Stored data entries
=== Section Start ===
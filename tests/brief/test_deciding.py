"""Three briefs, each with something else that sets the page: blade stall, the load's speed, the advancing tip.

What each must say is the trade's own order of things, as the issue states it; numbers of the invented manuals stand as
typed.
"""

from __future__ import annotations

import re
from dataclasses import replace

import pytest

from briefkit import units
from briefkit.brief.crew_page import crew_page
from briefkit.brief.deciding import ruled_turn, ruling_speed, tip_first
from briefkit.brief.identity import Brief, load_brief
from briefkit.brief.pages import CrewPage, Section


@pytest.fixture(scope="module")
def load(examples) -> Brief:
    return load_brief(examples / "corrant-3f")


@pytest.fixture(scope="module")
def cold(examples) -> Brief:
    return load_brief(examples / "ysbrane-4h")


def area_of(brief: Brief):
    return brief.operation.work_areas[brief.identity.work_area]


def said(part: Section) -> str:
    return " ".join((part.heading, *part.before, *part.after))


def front_of(page: CrewPage) -> str:
    cells = " ".join(cell for part in page.front if part.grid for row in part.grid.rows for cell in row)
    beside = " ".join(note for part in page.front if part.grid for note in part.grid.beside)
    return " ".join((*(said(part) for part in page.front), cells, beside))


@pytest.mark.slow
def test_with_a_load_the_supplement_s_speed_is_the_only_one_on_the_sheet(load):
    page = crew_page(load, "0")
    text = front_of(page)
    assert (
        page.front[1].before[0] == "With the load: 150 km/h IAS (load supplement p. 3 rev 1). Blade stall is not near."
    )
    assert set(re.findall(r"\d+ km/h", text)) == {"150 km/h", "25 km/h"}  # 25: power off, "VNE power on less 25 km/h"
    assert page.front[0].grid.rows == (("all here", "150"),)


def test_a_load_speed_above_the_chart_somewhere_does_not_rule(load):
    """Then the manual's own chart is on the page, as far as it is below."""
    fleet, area = load.operation.entry_for(load.aircraft), area_of(load)
    faster = replace(load.aircraft, vne=replace(load.aircraft.vne, cap=units.to_si(190.0, "speed", "km/h")))
    assert ruling_speed(faster, fleet, area) is None
    assert ruling_speed(replace(load.aircraft, basic_vne=None), fleet, area) is None


@pytest.mark.slow
def test_stall_is_not_called_far_where_the_basic_chart_leaves_little_room(load):
    """170 km/h is under the chart everywhere, but the chart gives 172 in the turn: 20 km/h of room are asked for."""
    fleet, area = load.operation.entry_for(load.aircraft), area_of(load)
    chart = replace(load.aircraft.vne, cap=units.to_si(170.0, "speed", "km/h"), cap_text="170 km/h")
    ruling = ruling_speed(replace(load.aircraft, vne=chart), fleet, area)
    assert ruling is not None
    assert ruling.stall_near
    sentence = ruled_turn(ruling, load.aircraft, "20°")
    assert "not near" not in sentence
    assert sentence.endswith("blade stall asks for nothing below it.")


def test_in_the_cold_the_advancing_tip_comes_first_and_nothing_is_taken_off(cold):
    page = crew_page(cold, "0")
    turn = said(page.front[1])
    assert "Cold: the advancing tip comes first. A faster rotor brings it nearer." in turn
    assert "blade stall asks for nothing below VNE here. VNE still limits. The manual says why" in turn
    assert "expect roughness" in turn
    assert page.front[1].grid is None


def test_an_area_both_cold_and_warm_says_where_the_cold_begins(cold):
    area = cold.operation.work_areas["ysbrane"]
    assert tip_first(cold.aircraft, area).startswith("Colder than −20 °C: the advancing tip comes first.")


def test_no_cold_sentence_where_the_chart_does_not_fall_towards_the_cold(cold, load, two_t, operation):
    area = area_of(cold)
    warm = replace(area, low_temperature=replace(area.low_temperature, value=units.ZERO_CELSIUS - 20.0))
    warm = replace(warm, high_temperature=replace(area.high_temperature, value=units.ZERO_CELSIUS))
    assert tip_first(cold.aircraft, warm) == ""
    assert tip_first(two_t, operation.work_areas["vellmark"]) == ""
    assert tip_first(load.aircraft, area_of(load)) == ""  # a chart without temperatures says nothing of the cold


@pytest.mark.slow
def test_nothing_computed_is_drawn_or_listed_where_nothing_is_taken_off(cold, load):
    for brief in (cold, load):
        page = crew_page(brief, "0")
        assert not any(part.heading == "The reduction as a picture" for part in page.analysis)
        (rows,) = (part for part in page.analysis if part.heading.startswith("The equivalent level flight of each"))
        assert rows.grid is None
        assert rows.before[0].startswith("Nothing is taken off at ")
=== Section End ===
■ YOUR INSTRUCTIONS ■
Your task is to restate every record exactly.

■ COMPLETED TASK ■
filename tests/brief/test_deciding.py
"""Three briefs, each with something else that sets the page: blade stall, the load's speed, the advancing tip.

What each must say is the trade's own order of things, as the issue states it; numbers of the invented manuals stand as
typed.
"""

from __future__ import annotations

import re
from dataclasses import replace

import pytest

from briefkit import units
from briefkit.brief.crew_page import crew_page
from briefkit.brief.deciding import ruled_turn, ruling_speed, tip_first
from briefkit.brief.identity import Brief, load_brief
from briefkit.brief.pages import CrewPage, Section


@pytest.fixture(scope="module")
def load(examples) -> Brief:
    return load_brief(examples / "corrant-3f")


@pytest.fixture(scope="module")
def cold(examples) -> Brief:
    return load_brief(examples / "ysbrane-4h")


def area_of(brief: Brief):
    return brief.operation.work_areas[brief.identity.work_area]


def said(part: Section) -> str:
    return " ".join((part.heading, *part.before, *part.after))


def front_of(page: CrewPage) -> str:
    cells = " ".join(cell for part in page.front if part.grid for row in part.grid.rows for cell in row)
    beside = " ".join(note for part in page.front if part.grid for note in part.grid.beside)
    return " ".join((*(said(part) for part in page.front), cells, beside))


@pytest.mark.slow
def test_with_a_load_the_supplement_s_speed_is_the_only_one_on_the_sheet(load):
    page = crew_page(load, "0")
    text = front_of(page)
    assert (
        page.front[1].before[0] == "With the load: 150 km/h IAS (load supplement p. 3 rev 1). Blade stall is not near."
    )
    assert set(re.findall(r"\d+ km/h", text)) == {"150 km/h", "25 km/h"}  # 25: power off, "VNE power on less 25 km/h"
    assert page.front[0].grid.rows == (("all here", "150"),)


def test_a_load_speed_above_the_chart_somewhere_does_not_rule(load):
    """Then the manual's own chart is on the page, as far as it is below."""
    fleet, area = load.operation.entry_for(load.aircraft), area_of(load)
    faster = replace(load.aircraft, vne=replace(load.aircraft.vne, cap=units.to_si(190.0, "speed", "km/h")))
    assert ruling_speed(faster, fleet, area) is None
    assert ruling_speed(replace(load.aircraft, basic_vne=None), fleet, area) is None


@pytest.mark.slow
def test_stall_is_not_called_far_where_the_basic_chart_leaves_little_room(load):
    """170 km/h is under the chart everywhere, but the chart gives 172 in the turn: 20 km/h of room are asked for."""
    fleet, area = load.operation.entry_for(load.aircraft), area_of(load)
    chart = replace(load.aircraft.vne, cap=units.to_si(170.0, "speed", "km/h"), cap_text="170 km/h")
    ruling = ruling_speed(replace(load.aircraft, vne=chart), fleet, area)
    assert ruling is not None
    assert ruling.stall_near
    sentence = ruled_turn(ruling, load.aircraft, "20°")
    assert "not near" not in sentence
    assert sentence.endswith("blade stall asks for nothing below it.")


def test_in_the_cold_the_advancing_tip_comes_first_and_nothing_is_taken_off(cold):
    page = crew_page(cold, "0")
    turn = said(page.front[1])
    assert "Cold: the advancing tip comes first. A faster rotor brings it nearer." in turn
    assert "blade stall asks for nothing below VNE here. VNE still limits. The manual says why" in turn
    assert "expect roughness" in turn
    assert page.front[1].grid is None


def test_an_area_both_cold_and_warm_says_where_the_cold_begins(cold):
    area = cold.operation.work_areas["ysbrane"]
    assert tip_first(cold.aircraft, area).startswith("Colder than −20 °C: the advancing tip comes first.")


def test_no_cold_sentence_where_the_chart_does_not_fall_towards_the_cold(cold, load, two_t, operation):
    area = area_of(cold)
    warm = replace(area, low_temperature=replace(area.low_temperature, value=units.ZERO_CELSIUS - 20.0))
    warm = replace(warm, high_temperature=replace(area.high_temperature, value=units.ZERO_CELSIUS))
    assert tip_first(cold.aircraft, warm) == ""
    assert tip_first(two_t, operation.work_areas["vellmark"]) == ""
    assert tip_first(load.aircraft, area_of(load)) == ""  # a chart without temperatures says nothing of the cold


@pytest.mark.slow
def test_nothing_computed_is_drawn_or_listed_where_nothing_is_taken_off(cold, load):
    for brief in (cold, load):
        page = crew_page(brief, "0")
        assert not any(part.heading == "The reduction as a picture" for part in page.analysis)
        (rows,) = (part for part in page.analysis if part.heading.startswith("The equivalent level flight of each"))
        assert rows.grid is None
        assert rows.before[0].startswith("Nothing is taken off at ")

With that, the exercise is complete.